What you need to do
Among the entries below, find every line that has "data" and pull it out.

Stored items
☆ ☆ ☆ ☆

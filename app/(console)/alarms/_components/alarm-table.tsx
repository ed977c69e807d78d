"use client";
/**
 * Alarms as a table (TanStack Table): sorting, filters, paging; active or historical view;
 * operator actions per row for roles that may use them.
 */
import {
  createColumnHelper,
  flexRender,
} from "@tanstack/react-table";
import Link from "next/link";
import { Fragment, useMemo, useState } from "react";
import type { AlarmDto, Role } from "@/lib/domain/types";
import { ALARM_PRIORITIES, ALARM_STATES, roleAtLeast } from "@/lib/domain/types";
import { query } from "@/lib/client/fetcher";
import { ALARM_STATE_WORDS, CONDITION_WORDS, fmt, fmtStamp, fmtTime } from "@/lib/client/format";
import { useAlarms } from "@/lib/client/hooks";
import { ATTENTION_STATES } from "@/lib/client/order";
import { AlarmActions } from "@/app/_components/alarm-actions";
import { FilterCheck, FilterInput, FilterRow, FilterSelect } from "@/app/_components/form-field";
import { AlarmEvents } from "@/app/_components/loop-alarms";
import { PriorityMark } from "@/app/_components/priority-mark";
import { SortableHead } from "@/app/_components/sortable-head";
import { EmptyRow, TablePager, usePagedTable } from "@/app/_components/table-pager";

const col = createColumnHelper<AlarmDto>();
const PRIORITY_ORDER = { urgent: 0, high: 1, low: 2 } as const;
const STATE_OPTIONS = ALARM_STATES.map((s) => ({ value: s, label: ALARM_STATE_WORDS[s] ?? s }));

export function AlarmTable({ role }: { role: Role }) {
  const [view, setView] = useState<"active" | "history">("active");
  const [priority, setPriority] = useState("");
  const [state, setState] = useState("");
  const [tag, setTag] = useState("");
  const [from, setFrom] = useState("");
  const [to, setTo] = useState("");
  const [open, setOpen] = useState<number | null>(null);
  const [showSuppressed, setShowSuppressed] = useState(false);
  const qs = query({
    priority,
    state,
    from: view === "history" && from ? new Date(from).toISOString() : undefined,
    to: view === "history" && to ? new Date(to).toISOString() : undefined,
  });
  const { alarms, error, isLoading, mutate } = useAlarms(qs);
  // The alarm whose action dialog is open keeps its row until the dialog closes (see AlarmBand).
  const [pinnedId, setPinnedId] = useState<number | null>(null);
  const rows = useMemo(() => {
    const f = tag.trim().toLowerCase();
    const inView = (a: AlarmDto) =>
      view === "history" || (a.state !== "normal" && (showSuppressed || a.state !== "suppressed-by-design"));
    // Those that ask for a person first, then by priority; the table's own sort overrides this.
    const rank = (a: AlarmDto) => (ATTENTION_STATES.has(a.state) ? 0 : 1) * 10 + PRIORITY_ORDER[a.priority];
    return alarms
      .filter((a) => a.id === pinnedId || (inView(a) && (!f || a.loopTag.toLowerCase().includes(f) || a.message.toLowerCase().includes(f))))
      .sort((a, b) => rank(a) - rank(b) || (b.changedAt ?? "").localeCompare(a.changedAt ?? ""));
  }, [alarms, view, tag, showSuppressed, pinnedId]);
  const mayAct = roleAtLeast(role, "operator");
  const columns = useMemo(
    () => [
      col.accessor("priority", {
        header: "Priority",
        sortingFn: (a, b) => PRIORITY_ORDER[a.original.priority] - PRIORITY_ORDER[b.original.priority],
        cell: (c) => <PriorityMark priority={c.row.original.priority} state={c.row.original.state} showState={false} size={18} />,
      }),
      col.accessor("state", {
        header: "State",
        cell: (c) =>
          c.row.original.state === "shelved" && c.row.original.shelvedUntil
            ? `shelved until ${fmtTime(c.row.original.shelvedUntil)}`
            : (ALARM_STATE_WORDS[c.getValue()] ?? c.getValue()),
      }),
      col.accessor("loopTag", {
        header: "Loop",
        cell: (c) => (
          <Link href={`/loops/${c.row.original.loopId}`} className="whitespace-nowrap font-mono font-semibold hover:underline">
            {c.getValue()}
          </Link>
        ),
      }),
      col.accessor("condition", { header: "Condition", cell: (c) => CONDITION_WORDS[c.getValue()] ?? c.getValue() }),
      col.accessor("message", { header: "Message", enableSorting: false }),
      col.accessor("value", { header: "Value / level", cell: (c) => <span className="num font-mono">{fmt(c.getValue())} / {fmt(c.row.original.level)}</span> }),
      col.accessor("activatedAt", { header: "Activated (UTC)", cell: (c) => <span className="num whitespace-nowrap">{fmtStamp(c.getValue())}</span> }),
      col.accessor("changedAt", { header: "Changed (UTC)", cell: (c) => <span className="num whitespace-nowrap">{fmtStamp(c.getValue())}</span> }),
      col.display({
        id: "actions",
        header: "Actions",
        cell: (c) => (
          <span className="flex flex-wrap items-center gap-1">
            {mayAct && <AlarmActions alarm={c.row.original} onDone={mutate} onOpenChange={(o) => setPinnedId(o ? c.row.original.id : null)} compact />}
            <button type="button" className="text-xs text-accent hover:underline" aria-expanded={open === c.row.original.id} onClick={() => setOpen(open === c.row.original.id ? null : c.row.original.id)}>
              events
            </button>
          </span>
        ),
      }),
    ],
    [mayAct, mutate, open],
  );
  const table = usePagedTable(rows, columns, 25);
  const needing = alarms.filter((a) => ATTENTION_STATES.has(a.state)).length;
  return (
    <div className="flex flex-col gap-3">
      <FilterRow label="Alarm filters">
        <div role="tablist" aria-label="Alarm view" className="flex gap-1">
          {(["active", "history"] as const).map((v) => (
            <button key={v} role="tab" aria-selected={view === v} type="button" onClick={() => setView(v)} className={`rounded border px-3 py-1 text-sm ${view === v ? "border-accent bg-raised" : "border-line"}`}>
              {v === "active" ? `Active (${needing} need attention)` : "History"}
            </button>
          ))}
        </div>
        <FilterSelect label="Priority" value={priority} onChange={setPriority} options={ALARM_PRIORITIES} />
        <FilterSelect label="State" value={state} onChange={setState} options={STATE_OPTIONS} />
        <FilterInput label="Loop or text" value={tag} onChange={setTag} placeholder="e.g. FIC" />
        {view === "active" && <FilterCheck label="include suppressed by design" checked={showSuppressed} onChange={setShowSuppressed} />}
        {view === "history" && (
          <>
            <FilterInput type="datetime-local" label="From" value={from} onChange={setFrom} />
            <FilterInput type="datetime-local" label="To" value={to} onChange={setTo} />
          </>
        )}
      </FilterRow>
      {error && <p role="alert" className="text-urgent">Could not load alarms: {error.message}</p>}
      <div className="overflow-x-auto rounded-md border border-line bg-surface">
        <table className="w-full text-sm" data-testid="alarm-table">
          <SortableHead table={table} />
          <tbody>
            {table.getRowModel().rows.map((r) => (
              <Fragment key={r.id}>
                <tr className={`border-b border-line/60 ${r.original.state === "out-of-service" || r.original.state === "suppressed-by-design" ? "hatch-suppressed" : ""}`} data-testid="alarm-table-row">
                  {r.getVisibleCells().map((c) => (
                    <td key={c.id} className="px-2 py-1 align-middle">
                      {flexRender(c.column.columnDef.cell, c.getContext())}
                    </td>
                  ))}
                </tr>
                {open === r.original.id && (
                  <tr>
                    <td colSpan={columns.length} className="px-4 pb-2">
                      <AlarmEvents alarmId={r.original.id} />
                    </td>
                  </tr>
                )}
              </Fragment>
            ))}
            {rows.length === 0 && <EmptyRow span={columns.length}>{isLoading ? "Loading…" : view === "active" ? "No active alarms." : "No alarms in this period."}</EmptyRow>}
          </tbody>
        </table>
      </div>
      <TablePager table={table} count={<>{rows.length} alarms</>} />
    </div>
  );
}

☆ ☆ ☆ ☆

Output for this exercise
        <table className="w-full text-sm" data-testid="alarm-table">
                <tr className={`border-b border-line/60 ${r.original.state === "out-of-service" || r.original.state === "suppressed-by-design" ? "hatch-suppressed" : ""}`} data-testid="alarm-table-row">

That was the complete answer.